**ACTIVITY**: Copy each line from the entries that the word "createHash" appears in.

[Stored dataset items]
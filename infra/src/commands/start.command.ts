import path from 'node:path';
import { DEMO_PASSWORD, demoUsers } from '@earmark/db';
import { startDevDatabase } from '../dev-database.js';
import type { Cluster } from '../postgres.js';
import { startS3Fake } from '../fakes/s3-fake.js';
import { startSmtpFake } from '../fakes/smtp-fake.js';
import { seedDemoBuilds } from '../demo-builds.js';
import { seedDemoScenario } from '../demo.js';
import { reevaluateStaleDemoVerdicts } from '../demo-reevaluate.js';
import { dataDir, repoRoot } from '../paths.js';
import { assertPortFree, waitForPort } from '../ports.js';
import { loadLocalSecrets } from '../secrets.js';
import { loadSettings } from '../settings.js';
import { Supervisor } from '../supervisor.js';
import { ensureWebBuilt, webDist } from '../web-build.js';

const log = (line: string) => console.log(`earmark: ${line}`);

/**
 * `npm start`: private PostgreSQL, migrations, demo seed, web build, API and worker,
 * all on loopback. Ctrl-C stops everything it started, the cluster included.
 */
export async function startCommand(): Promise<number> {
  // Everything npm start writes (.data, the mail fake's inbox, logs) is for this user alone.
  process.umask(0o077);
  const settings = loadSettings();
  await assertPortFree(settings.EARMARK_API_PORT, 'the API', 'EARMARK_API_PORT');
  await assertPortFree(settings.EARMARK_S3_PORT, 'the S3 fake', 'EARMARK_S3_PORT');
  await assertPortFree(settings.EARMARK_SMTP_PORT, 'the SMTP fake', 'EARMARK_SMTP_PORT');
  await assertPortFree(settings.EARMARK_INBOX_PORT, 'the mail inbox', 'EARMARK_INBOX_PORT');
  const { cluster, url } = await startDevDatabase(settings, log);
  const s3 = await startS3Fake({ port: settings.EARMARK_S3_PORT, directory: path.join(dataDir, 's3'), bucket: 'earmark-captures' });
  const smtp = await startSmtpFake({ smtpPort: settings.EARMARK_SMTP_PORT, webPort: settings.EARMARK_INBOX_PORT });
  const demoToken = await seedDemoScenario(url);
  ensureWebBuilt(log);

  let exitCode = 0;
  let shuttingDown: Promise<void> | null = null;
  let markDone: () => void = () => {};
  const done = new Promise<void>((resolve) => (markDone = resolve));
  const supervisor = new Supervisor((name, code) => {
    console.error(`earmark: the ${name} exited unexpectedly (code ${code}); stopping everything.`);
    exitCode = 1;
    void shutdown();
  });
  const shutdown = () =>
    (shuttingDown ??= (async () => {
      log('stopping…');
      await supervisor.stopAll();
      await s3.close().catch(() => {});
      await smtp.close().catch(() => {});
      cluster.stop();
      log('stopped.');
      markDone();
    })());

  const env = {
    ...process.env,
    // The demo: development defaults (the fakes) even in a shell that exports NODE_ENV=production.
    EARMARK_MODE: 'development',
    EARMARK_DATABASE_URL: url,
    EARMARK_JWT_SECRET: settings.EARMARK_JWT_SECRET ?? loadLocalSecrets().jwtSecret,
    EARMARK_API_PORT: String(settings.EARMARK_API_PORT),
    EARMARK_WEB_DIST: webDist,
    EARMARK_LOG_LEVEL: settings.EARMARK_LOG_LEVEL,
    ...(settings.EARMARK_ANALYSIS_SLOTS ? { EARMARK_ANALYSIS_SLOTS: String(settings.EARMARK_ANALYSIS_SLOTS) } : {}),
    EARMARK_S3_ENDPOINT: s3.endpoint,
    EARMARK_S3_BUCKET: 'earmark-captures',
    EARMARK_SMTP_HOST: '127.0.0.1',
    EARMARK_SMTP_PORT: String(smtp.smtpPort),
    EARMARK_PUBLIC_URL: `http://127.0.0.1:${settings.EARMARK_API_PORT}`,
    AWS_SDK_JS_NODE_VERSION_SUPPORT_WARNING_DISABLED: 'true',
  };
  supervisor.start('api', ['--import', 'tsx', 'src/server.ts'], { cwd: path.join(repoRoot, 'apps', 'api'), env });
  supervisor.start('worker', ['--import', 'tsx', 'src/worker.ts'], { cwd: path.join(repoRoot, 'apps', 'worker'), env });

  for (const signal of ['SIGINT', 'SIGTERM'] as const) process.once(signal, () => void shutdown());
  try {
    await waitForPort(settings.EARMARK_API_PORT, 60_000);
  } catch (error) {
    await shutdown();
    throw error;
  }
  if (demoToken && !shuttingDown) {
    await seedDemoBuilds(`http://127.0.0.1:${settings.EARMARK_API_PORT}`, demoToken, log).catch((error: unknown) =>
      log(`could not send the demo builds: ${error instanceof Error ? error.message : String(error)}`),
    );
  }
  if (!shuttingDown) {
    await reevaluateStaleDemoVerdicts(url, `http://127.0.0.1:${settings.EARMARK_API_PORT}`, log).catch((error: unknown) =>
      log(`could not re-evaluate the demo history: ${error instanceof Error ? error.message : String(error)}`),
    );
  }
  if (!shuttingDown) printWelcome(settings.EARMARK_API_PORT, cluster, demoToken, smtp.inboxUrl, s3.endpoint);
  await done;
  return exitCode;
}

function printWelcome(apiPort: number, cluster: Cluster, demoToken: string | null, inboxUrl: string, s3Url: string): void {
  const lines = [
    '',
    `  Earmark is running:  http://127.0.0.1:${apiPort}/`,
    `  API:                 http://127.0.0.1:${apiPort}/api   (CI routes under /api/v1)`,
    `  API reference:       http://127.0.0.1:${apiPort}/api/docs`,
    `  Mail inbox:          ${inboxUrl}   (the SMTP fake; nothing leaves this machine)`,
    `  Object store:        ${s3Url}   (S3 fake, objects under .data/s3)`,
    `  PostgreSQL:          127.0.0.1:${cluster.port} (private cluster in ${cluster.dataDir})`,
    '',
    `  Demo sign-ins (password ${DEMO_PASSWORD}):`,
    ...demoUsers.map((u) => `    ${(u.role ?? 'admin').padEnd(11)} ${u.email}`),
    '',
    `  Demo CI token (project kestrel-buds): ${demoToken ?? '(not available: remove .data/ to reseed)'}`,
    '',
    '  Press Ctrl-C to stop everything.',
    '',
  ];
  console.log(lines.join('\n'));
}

==

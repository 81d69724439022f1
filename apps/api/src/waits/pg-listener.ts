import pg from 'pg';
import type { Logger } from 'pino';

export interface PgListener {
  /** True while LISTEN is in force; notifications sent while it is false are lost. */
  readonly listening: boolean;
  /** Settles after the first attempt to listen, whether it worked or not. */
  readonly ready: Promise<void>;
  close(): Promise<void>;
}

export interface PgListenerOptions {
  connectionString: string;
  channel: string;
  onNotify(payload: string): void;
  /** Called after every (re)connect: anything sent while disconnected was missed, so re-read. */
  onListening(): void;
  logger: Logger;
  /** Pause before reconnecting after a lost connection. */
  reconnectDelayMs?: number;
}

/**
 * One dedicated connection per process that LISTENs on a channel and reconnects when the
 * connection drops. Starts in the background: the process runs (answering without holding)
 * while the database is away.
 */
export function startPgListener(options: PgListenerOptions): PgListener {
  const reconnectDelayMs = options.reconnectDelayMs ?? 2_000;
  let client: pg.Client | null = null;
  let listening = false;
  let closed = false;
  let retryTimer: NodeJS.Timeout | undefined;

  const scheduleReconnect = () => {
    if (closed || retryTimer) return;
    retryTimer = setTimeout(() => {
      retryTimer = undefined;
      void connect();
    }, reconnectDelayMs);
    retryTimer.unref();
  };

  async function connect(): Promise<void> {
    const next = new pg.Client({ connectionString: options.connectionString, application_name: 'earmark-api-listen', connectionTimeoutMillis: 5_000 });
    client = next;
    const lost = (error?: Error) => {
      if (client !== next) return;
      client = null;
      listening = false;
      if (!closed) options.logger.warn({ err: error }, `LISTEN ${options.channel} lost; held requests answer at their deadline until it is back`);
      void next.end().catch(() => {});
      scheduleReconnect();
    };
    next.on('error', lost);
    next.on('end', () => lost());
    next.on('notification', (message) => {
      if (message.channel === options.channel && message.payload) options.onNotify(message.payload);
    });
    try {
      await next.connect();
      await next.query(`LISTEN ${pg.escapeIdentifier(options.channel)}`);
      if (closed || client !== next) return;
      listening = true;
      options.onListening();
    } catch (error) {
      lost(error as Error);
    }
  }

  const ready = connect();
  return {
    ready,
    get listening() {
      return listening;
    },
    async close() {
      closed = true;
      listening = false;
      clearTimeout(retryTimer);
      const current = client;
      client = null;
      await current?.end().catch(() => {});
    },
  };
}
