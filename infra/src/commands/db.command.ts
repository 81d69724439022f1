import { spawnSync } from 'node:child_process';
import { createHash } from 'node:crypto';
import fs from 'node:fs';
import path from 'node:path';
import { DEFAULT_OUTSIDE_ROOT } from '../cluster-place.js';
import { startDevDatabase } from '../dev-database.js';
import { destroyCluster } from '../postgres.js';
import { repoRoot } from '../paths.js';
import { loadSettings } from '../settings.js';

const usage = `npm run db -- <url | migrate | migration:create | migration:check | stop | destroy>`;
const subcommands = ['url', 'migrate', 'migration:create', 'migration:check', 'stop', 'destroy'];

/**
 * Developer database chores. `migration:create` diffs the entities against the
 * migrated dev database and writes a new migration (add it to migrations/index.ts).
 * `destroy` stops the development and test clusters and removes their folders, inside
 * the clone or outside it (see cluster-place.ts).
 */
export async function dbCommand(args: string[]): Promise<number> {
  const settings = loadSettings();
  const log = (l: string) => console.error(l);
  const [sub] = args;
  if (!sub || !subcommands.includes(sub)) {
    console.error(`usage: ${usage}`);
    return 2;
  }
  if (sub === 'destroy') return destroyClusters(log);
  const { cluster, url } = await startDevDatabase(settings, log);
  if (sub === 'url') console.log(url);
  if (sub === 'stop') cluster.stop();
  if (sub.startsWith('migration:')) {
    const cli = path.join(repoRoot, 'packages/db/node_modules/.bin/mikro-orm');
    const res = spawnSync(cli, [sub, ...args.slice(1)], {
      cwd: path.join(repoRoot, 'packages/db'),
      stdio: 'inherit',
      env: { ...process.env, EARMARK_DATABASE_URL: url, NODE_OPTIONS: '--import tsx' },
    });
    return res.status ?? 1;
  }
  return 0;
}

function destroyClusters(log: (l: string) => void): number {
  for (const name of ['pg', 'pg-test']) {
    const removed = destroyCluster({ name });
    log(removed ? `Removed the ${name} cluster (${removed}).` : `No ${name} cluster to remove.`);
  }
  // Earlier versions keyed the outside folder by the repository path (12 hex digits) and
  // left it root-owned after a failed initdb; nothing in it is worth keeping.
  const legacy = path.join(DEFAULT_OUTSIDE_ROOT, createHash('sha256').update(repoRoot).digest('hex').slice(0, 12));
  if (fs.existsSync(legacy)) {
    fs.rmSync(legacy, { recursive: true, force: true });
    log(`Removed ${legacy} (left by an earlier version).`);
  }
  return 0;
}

--

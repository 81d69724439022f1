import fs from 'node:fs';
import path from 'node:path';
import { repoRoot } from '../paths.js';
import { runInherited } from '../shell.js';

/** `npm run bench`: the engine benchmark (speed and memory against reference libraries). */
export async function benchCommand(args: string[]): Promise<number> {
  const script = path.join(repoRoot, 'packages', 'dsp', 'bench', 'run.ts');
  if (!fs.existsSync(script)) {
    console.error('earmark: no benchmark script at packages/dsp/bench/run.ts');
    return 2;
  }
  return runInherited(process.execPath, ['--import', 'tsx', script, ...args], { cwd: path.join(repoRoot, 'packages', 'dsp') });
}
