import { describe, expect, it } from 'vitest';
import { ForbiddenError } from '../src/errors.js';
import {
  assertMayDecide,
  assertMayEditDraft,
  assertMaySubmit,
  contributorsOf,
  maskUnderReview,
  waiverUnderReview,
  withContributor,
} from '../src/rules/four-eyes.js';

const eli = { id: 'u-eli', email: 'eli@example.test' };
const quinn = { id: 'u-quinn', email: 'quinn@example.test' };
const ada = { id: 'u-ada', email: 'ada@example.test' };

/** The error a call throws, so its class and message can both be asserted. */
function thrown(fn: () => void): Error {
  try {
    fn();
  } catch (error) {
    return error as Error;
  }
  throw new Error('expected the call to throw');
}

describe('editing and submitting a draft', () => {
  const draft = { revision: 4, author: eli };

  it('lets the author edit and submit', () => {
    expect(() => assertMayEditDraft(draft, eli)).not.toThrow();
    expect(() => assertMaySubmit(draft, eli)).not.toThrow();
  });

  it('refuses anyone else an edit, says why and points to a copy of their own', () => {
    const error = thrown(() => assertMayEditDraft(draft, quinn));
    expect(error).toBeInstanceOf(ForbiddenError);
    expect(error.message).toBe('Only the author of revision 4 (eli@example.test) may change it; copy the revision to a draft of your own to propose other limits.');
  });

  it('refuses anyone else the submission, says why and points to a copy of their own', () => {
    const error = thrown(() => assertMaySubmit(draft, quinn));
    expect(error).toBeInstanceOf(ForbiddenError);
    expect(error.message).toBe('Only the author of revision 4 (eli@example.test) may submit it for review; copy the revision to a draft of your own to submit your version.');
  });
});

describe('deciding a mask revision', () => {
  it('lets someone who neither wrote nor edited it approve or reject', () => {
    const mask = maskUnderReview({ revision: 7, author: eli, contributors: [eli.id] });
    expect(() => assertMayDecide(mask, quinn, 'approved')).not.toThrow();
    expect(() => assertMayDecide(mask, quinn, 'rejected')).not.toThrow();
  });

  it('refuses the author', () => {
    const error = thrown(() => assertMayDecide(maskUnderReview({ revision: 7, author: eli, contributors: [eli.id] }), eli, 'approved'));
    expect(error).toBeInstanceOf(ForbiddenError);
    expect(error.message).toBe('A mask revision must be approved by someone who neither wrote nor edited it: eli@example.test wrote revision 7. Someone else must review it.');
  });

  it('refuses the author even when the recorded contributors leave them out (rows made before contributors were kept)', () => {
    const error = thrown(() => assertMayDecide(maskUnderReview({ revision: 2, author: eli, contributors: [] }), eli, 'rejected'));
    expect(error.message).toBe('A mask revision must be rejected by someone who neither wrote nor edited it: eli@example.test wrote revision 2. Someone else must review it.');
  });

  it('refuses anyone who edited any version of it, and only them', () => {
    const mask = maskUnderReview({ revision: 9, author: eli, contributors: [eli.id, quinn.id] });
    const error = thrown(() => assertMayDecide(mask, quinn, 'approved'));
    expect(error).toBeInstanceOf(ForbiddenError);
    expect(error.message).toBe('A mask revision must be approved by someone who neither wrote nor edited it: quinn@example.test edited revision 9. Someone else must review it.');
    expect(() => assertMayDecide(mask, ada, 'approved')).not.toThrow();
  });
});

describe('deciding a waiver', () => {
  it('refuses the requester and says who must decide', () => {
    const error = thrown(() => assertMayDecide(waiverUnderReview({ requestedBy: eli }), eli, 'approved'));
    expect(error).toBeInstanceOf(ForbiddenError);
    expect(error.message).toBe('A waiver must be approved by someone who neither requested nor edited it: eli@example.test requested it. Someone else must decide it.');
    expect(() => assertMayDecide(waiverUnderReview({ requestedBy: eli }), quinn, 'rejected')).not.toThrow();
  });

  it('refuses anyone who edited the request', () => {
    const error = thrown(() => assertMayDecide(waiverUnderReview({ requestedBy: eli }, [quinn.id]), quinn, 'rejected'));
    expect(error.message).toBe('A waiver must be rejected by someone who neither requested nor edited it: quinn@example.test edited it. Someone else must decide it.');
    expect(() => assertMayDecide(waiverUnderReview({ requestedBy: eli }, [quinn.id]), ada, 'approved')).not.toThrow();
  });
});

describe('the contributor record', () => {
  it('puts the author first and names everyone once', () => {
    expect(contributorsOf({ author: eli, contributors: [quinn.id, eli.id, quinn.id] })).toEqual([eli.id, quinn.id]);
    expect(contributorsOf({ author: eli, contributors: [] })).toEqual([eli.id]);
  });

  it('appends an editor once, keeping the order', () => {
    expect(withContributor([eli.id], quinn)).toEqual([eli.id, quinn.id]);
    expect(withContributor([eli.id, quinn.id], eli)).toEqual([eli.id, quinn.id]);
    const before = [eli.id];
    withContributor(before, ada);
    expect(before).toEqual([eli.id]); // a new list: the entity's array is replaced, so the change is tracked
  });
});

**EXPECTED ANSWER**:
import { createHash } from 'node:crypto';
  const legacy = path.join(DEFAULT_OUTSIDE_ROOT, createHash('sha256').update(repoRoot).digest('hex').slice(0, 12));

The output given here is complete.